Abstract Search

ISEF | Projects Database | Finalist Abstract

Back to Search Results | Print PDF

A Novel Alignment-free Genome Sequence Comparison Using Fourier Power Spectrum: Define Distance Metrics Leveraging Singular Value Decomposition

Booth Id:
CBIO017

Category:
Computational Biology and Bioinformatics

Year:
2024

Finalist Names:
Wang, Aidan (School: University School of Milwaukee)

Abstract:
Sequence alignment tools have traditionally been used to study the evolution of genome sequences by aligning sequences of varying lengths. However, these tools are memory-intensive, time-consuming, and have limited capacity.
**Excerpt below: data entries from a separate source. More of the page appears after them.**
"""From the tables of a file to observations: one target and one night each, as flat arrays."""

from collections.abc import Sequence
from dataclasses import replace
from pathlib import Path

import astropy.units as u
import numpy as np

from ..errors import InputError
from ..observation import OBSERVABLES, Observable, Observation
from ..problems import Log, refuse_suspicious
from .checking import check
from .correlation import Numbers, positive_definite
from .flipping import flipped
from .joining import join
from .links import plain
from .loading import load
from .model import DataTable, OIFile
from .observables import KINDS, ErrorBars, Kind, sound, usable
from .selecting import EVERYTHING, Selection, select, target_ids
from .utc import night_label

GAP = 8 * u.hour
"""A pause longer than this starts a new night: within a night data follow each other sooner."""

AS_STATED = ErrorBars()
DEFAULT = ("v2", "t3")

Paths = str | Path | Sequence[str | Path]


def read(
    paths: Paths, *, target: str | None = None, night: str | None = None, **options: object
) -> Observation:
    """Read one night of one target from one or several OIFITS files.

    Parameters
    ----------
    target : str, optional
        Name of the target (case and blanks do not matter); needed where there are several.
    night : str, optional
        Date of the night's mean time, UTC, as "2026-03-14" (with the time, where one date has
        two); needed where there are several.
    **options
        As for `read_epochs`.

    Raises
    ------
    InputError
        If a file is unusable, or holds several targets or nights and none was chosen.
    """
    epochs = read_epochs(paths, target=target, **options)
    chosen = [e for e in epochs if night is None or night_label(e.mjd).startswith(night)]
    if len(chosen) != 1:
        found = f"{len(chosen) or 'no'} night{'s' if len(chosen) != 1 else ''}"
        raise InputError(
            f"{', '.join(map(str, _listed(paths)))}: {found} {night or ''} of {epochs[0].target}; "
            f"choose one of {', '.join(night_label(e.mjd) for e in epochs)}"
        )
    return chosen[0]


def read_epochs(
    paths: Paths,
    *,
    target: str | None = None,
    gap: u.Quantity = GAP,
    flip_phase: bool = False,
    selection: Selection = EVERYTHING,
    errors: ErrorBars = AS_STATED,
    observables: Sequence[str] = DEFAULT,
    strict: bool = False,
) -> list[Observation]:
    """Read all nights of one target from one or several OIFITS files, in time order.

    Parameters
    ----------
    paths : path, or sequence of paths
        Files that are read as one set of data.
    target : str, optional
        Name of the target; needed where there are several.
    gap : Quantity
        A pause longer than this between data starts a new night.
    flip_phase : bool
        Reverse the sign of all phases, for files known to use V = integral I exp(+2 pi i ...).
    selection : Selection
        Which part of the data to take.
    errors : ErrorBars
        Floors and factors for the errors that the files state.
    observables : sequence of str
        Which of v2, t3, t3amp, visamp and visphi to take. What the last three mean depends on the
        instrument and its calibration, so they are left out unless asked for.
    strict : bool
        Refuse what is suspicious.

    Raises
    ------
    InputError
        If a file is unusable, or holds several targets and none was chosen.
    ValueError
        If an observable is unknown.
    """
    unknown = set(observables) - set(OBSERVABLES)
    if unknown:
        raise ValueError(f"unknown observables {sorted(unknown)}; there are {OBSERVABLES}")
    files = [load(path) for path in _listed(paths)]
    for file in files:
        file.problems += check(file)
    if strict:
        refuse_suspicious([problem for file in files for problem in file.problems])
    file = select(join(files), selection, target=target)
    if flip_phase:
        file = flipped(file)
    epochs = observations(file, target=target, gap=gap, errors=errors, observables=observables)
    if strict:
        refuse_suspicious([problem for epoch in epochs for problem in epoch.problems])
    return epochs


def observations(
    file: OIFile,
    *,
    target: str | None = None,
    gap: u.Quantity = GAP,
    errors: ErrorBars = AS_STATED,
    observables: Sequence[str] = DEFAULT,
) -> list[Observation]:
    """The nights of one target of a file, in time order; the arguments are those of `read_epochs`.

    Raises
    ------
    InputError
        If no datum is usable, or there are several targets and none was chosen.
    """
    name, ids = _target(file, target)
    builder = _Builder(file, ids, errors)
    parts = {key: builder.observable(KINDS[key]) for key in OBSERVABLES if key in observables}
    times = np.concatenate([observable.mjd for observable, _ in parts.values()])
    if not times.size:
        words = " or ".join(KINDS[key].words for key in parts)
        raise InputError(f"{file.source}: no usable {words} of {name}")
    starts = night_starts(times, gap.to_value(u.day))
    epochs = []
    for number in range(len(starts)):
        chosen = {
            key: np.searchsorted(starts, observable.mjd, side="right") == number + 1
            for key, (observable, _) in parts.items()
        }
        night = {key: part[0].select(chosen[key]) for key, part in parts.items()}
        numbers = np.concatenate([part[1][chosen[key]] for key, part in parts.items()])
        epochs.append(builder.observation(name, night, numbers))
    return epochs


def _listed(paths: Paths) -> list[str | Path]:
    listed = [paths] if isinstance(paths, str | Path) else list(paths)
    if not listed:
        raise ValueError("no file was given")
    return listed


def _target(file: OIFile, wanted: str | None) -> tuple[str, list[int]]:
    """Name and ids of the target that is meant, among those that have data."""
    ids = target_ids(file, wanted)
    used = set(np.concatenate([table.target_id for table in file.data]).tolist())
    names = {
        plain(name): name
        for number, name in zip(
            reversed(file.target.target_id.tolist()),
            reversed(file.target.target.tolist()),
            strict=True,
        )
        if number in used and number in ids
    }
    if len(names) != 1:
        known = ", ".join(repr(name) for name in file.target.target.tolist())
        what = "several targets" if names else f"no data of {wanted!r}"
        raise InputError(f"{file.source}: {what}; choose one of {known}")
    return next(iter(names.values())), ids


def night_starts(times: np.ndarray, gap: float) -> np.ndarray:
    """The first time of each night."""
    ordered = np.unique(times)
    return ordered[np.concatenate([[True], np.diff(ordered) > gap])]


class _Builder:
    """Makes observables, and observations of them, of one target of a file."""

    def __init__(self, file: OIFile, ids: list[int], errors: ErrorBars) -> None:
        self.file, self.ids, self.errors = file, ids, errors
        self.numbers = Numbers(file)
        self.instruments = [w.insname for w in file.wavelengths]
        self.stations: list[str] = []
        self.station_numbers: dict[str | None, dict[int, int]] = {}
        for array in file.arrays:
            prefix = f"{array.arrname} " if len(file.arrays) > 1 else ""
            numbers = self.station_numbers.setdefault(array.arrname, {})
            for index, name in zip(array.sta_index.tolist(), array.sta_name.tolist(), strict=True):
                numbers[index] = len(self.stations)
                self.stations.append(prefix + (name or str(index)))

    def observable(self, kind: Kind) -> tuple[Observable, np.ndarray]:
        """All data of a kind, and their numbers in the correlation matrices (-1: none)."""
        parts, numbers, first = [], [], 0
        for table in self.file.of(kind.table):
            part, number = self._flat(table, kind, first)
            first += len(table)
            parts.append(part)
            numbers.append(number)
        if not parts:
            return Observable.empty(kind.legs), np.empty(0, dtype=np.int64)
        if len(parts) == 1:
            return parts[0], numbers[0]
        return Observable.concatenate(parts), np.concatenate(numbers)

    def observation(
        self, target: str, night: dict[str, Observable], numbers: np.ndarray
    ) -> Observation:
        """One night as an observation, with only the instruments and stations that took part."""
        log = Log(self.file.source)
        correlation = None
        if self.numbers.total:
            correlation = self.numbers.matrix(numbers)
        if correlation is not None:
            correlation, repair = positive_definite(correlation)
            if repair is not None:
                log.suspicious(
                    "OI_CORR",
                    f"the correlations of {repair.blocks} groups of data are not positive definite "
                    f"(smallest eigenvalue {repair.smallest:.2g})",
                    "made smaller until they are",
                )
        instruments = np.unique(np.concatenate([o.instrument for o in night.values()]))
        stations = np.unique(np.concatenate([o.stations.ravel() for o in night.values()]))
        stations = stations[stations >= 0]
        night = {
            name: replace(
                o,
                instrument=np.searchsorted(instruments, o.instrument).astype(np.int32),
                stations=np.where(o.stations < 0, -1, np.searchsorted(stations, o.stations)).astype(
                    np.int32
                ),
            )
            for name, o in night.items()
        }
        return Observation(
            target=target,
            instruments=tuple(self.instruments[i] for i in instruments),
            stations=tuple(self.stations[i] for i in stations),
            correlation=correlation,
            files=self.file.files,
            problems=(*self.file.problems, *log.problems),
            **night,
        )

    def _flat(self, table: DataTable, kind: Kind, first: int) -> tuple[Observable, np.ndarray]:
        """The usable data of a table, whose rows are numbered from `first`."""
        spectrum = self.file.wavelength(table.insname)
        keep = usable(table, kind) & sound(spectrum)
        keep &= np.isin(table.target_id, self.ids)[:, None]
        row, channel = (index.astype(np.int32) for index in np.nonzero(keep))
        value, error = table[kind.value][keep], table[kind.error][keep]
        if kind.phase:
            value = np.radians(value - 360.0 * np.round(value / 360.0))
            error = np.radians(error)
        wave, band = (a.astype(np.float64) for a in (spectrum.eff_wave, spectrum.eff_band))
        band = np.where((band > 0) & (band < wave), band, 0.0)
        time = np.where(table.int_time > 0, table.int_time, 0.0)
        numbers = self.numbers.of(table, kind.index)
        observable = Observable(
            legs=table.legs[row],
            wavelength=wave[channel],
            bandwidth=band[channel],
            value=value,
            error=self.errors.apply(kind.name, error),
            mjd=table.mjd[row],
            integration=time[row],
            stations=self._stations(table)[row],
            row=row + np.int32(first),
            channel=channel,
            instrument=np.full(row.size, self.instruments.index(table.insname), dtype=np.int32),
        )
        return observable, np.full(row.size, -1) if numbers is None else numbers[keep]

    def _stations(self, table: DataTable) -> np.ndarray:
        """Positions in `self.stations` of the stations of each row; -1 where unknown."""
        known = self.station_numbers.get(table.arrname, {})
        old, where = np.unique(table.sta_index, return_inverse=True)
        new = np.array([known.get(i, -1) for i in old.tolist()], dtype=np.int32)
        return new[where].reshape(table.sta_index.shape)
Alignment-free approaches have been proposed in recent years to work around this limitation by using algorithms such as k-mers word pattern counts and Fourier Transformation. In my previous research, I used Fourier Transformation to retrieve the mean value of the Power Spectrum and added statistical moments to reflect the distribution of Power Spectrum. This algorithm yielded promising results when comparing genome sequence data in the same region. However, the results weren't as consistent in some regions, especially China, in comparison with other regions such as the U.S. and UK. This observation motivated this year's research to (1) explore alternate algorithms to generate an approximation of the Fourier Power Spectrum (2) define distance metrics to measure the similarity/dissimilarity of SARS-CoV-2 sequences across different regions. This new approach using Singular Value Decomposition (SVD) produced more consistent results when analyzing sequence data across various regions. I also discovered that distance metrics using SVD on the spike(S) protein produced similar results in comparison to whole genome sequence which significantly reduced computation time. As sequencing technology continues to advance, an ever-increasing amount of genome sequence data is becoming readily available. The use of alignment-free method offers significant advantages for large-scale genome analysis. The developed method can be adapted for use with any emerging viruses to track mutations and identify new variants that have potential immune evasion.